[Collected data entries]
== Segment start ==

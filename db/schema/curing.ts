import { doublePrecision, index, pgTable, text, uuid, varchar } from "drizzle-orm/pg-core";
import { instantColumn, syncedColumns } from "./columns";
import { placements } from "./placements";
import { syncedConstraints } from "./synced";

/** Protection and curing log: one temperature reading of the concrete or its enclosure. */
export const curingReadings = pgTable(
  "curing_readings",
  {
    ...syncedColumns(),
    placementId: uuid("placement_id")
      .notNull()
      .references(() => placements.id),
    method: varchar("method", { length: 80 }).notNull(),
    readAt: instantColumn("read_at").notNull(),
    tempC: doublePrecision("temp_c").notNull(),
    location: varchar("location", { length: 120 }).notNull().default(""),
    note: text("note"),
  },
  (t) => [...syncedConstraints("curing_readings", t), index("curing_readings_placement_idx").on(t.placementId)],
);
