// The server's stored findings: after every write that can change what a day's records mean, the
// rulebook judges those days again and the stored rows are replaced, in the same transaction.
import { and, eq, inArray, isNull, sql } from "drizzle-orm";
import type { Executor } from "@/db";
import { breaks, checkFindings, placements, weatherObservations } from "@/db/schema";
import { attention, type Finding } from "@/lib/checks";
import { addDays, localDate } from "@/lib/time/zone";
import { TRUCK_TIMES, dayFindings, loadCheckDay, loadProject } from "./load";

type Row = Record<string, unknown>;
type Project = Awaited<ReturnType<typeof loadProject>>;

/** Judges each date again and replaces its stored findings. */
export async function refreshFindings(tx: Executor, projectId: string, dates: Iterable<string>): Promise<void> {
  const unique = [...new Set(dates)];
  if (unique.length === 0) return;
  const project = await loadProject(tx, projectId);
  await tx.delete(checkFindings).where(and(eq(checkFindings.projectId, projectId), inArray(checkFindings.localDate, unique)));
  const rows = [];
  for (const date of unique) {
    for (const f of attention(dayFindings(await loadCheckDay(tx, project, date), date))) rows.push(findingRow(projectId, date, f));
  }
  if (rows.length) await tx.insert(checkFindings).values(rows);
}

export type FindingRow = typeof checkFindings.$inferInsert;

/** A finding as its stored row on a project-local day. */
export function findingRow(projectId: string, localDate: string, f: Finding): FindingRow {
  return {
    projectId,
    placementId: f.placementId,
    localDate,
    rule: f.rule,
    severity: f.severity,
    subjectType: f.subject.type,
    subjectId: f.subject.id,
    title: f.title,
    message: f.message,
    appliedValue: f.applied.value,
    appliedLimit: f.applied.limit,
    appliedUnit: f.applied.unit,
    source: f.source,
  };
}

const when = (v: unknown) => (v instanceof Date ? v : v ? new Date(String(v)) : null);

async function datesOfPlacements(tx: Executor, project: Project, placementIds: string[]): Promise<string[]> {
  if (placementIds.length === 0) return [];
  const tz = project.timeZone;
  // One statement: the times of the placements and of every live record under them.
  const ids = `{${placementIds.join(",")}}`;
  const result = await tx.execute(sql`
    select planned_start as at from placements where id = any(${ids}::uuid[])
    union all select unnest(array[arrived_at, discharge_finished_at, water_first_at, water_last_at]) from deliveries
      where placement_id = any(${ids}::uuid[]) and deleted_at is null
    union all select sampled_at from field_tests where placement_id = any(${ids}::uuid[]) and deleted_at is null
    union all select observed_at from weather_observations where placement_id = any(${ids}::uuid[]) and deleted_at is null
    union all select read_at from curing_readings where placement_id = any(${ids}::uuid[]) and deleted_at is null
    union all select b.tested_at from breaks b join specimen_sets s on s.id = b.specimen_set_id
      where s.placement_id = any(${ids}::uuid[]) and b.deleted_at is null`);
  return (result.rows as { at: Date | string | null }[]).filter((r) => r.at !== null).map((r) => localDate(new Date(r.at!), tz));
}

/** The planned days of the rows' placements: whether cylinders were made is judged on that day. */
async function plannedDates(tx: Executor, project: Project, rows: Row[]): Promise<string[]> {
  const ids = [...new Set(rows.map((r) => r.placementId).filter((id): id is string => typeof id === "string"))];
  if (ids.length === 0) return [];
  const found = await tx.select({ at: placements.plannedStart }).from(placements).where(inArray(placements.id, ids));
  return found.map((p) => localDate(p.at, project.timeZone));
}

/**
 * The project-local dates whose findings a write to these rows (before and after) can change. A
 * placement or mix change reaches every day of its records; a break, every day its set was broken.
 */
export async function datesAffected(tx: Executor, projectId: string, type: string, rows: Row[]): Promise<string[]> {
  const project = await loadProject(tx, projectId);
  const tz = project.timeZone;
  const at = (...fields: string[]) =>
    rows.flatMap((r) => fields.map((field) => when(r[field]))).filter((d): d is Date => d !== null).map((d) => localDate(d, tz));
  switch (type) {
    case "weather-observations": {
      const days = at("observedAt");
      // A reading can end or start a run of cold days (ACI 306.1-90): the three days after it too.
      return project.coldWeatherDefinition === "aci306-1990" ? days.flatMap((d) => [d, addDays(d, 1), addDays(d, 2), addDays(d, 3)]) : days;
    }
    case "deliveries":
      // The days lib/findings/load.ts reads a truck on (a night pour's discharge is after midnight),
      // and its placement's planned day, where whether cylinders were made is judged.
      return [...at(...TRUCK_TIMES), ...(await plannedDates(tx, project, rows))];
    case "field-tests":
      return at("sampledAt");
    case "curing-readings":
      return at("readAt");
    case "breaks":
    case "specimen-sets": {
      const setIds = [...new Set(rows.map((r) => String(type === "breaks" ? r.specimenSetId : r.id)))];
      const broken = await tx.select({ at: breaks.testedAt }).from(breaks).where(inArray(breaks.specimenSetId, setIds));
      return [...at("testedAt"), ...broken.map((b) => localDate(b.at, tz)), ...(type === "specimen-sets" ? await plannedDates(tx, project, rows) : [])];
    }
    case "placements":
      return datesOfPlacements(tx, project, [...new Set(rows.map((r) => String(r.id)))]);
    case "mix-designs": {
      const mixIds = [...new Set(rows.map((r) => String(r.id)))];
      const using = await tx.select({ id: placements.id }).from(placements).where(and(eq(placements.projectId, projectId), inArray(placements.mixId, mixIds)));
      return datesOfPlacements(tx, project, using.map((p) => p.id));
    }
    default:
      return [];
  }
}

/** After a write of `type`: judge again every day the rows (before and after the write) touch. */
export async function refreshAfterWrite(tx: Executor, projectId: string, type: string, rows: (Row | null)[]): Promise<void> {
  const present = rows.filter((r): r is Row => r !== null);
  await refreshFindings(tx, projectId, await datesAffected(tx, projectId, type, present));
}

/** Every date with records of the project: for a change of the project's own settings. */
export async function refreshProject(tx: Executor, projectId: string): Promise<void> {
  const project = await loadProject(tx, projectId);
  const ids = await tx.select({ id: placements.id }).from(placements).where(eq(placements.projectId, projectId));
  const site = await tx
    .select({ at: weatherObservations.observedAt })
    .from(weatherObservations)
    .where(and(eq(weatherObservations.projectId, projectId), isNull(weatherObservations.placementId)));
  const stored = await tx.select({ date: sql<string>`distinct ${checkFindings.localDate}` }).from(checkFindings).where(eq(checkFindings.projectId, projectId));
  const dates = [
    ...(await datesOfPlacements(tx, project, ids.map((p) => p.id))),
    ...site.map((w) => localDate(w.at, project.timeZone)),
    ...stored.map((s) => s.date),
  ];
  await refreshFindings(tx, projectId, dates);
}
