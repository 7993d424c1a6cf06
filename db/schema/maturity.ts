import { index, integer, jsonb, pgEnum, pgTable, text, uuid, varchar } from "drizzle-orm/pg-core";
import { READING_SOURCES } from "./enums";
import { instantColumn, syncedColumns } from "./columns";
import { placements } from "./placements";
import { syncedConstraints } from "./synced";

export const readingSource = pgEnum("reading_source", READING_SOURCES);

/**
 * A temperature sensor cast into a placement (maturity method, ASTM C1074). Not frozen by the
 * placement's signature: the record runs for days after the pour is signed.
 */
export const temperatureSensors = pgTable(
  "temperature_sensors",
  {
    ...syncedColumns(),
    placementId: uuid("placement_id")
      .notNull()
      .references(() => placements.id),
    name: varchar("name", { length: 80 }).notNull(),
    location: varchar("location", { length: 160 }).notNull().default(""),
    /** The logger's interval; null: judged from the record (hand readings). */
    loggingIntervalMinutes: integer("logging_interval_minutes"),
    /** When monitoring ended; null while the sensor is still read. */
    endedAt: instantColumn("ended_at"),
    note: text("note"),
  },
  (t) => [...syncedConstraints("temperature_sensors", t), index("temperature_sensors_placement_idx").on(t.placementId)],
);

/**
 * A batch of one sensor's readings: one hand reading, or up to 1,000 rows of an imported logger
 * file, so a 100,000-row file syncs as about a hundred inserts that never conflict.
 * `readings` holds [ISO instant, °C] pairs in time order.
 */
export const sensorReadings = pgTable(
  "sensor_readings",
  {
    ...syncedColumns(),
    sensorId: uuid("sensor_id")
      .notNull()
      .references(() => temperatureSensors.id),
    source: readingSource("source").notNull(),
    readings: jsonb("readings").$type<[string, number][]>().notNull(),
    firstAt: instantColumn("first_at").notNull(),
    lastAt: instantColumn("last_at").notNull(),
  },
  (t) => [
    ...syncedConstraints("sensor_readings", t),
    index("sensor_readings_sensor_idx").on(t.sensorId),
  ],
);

== Segment end ==

From the lines above, copy those that contain the word "records".

// The server's stored findings: after every write that can change what a day's records mean, the
 * placement or mix change reaches every day of its records; a break, every day its set was broken.
/** Every date with records of the project: for a change of the project's own settings. */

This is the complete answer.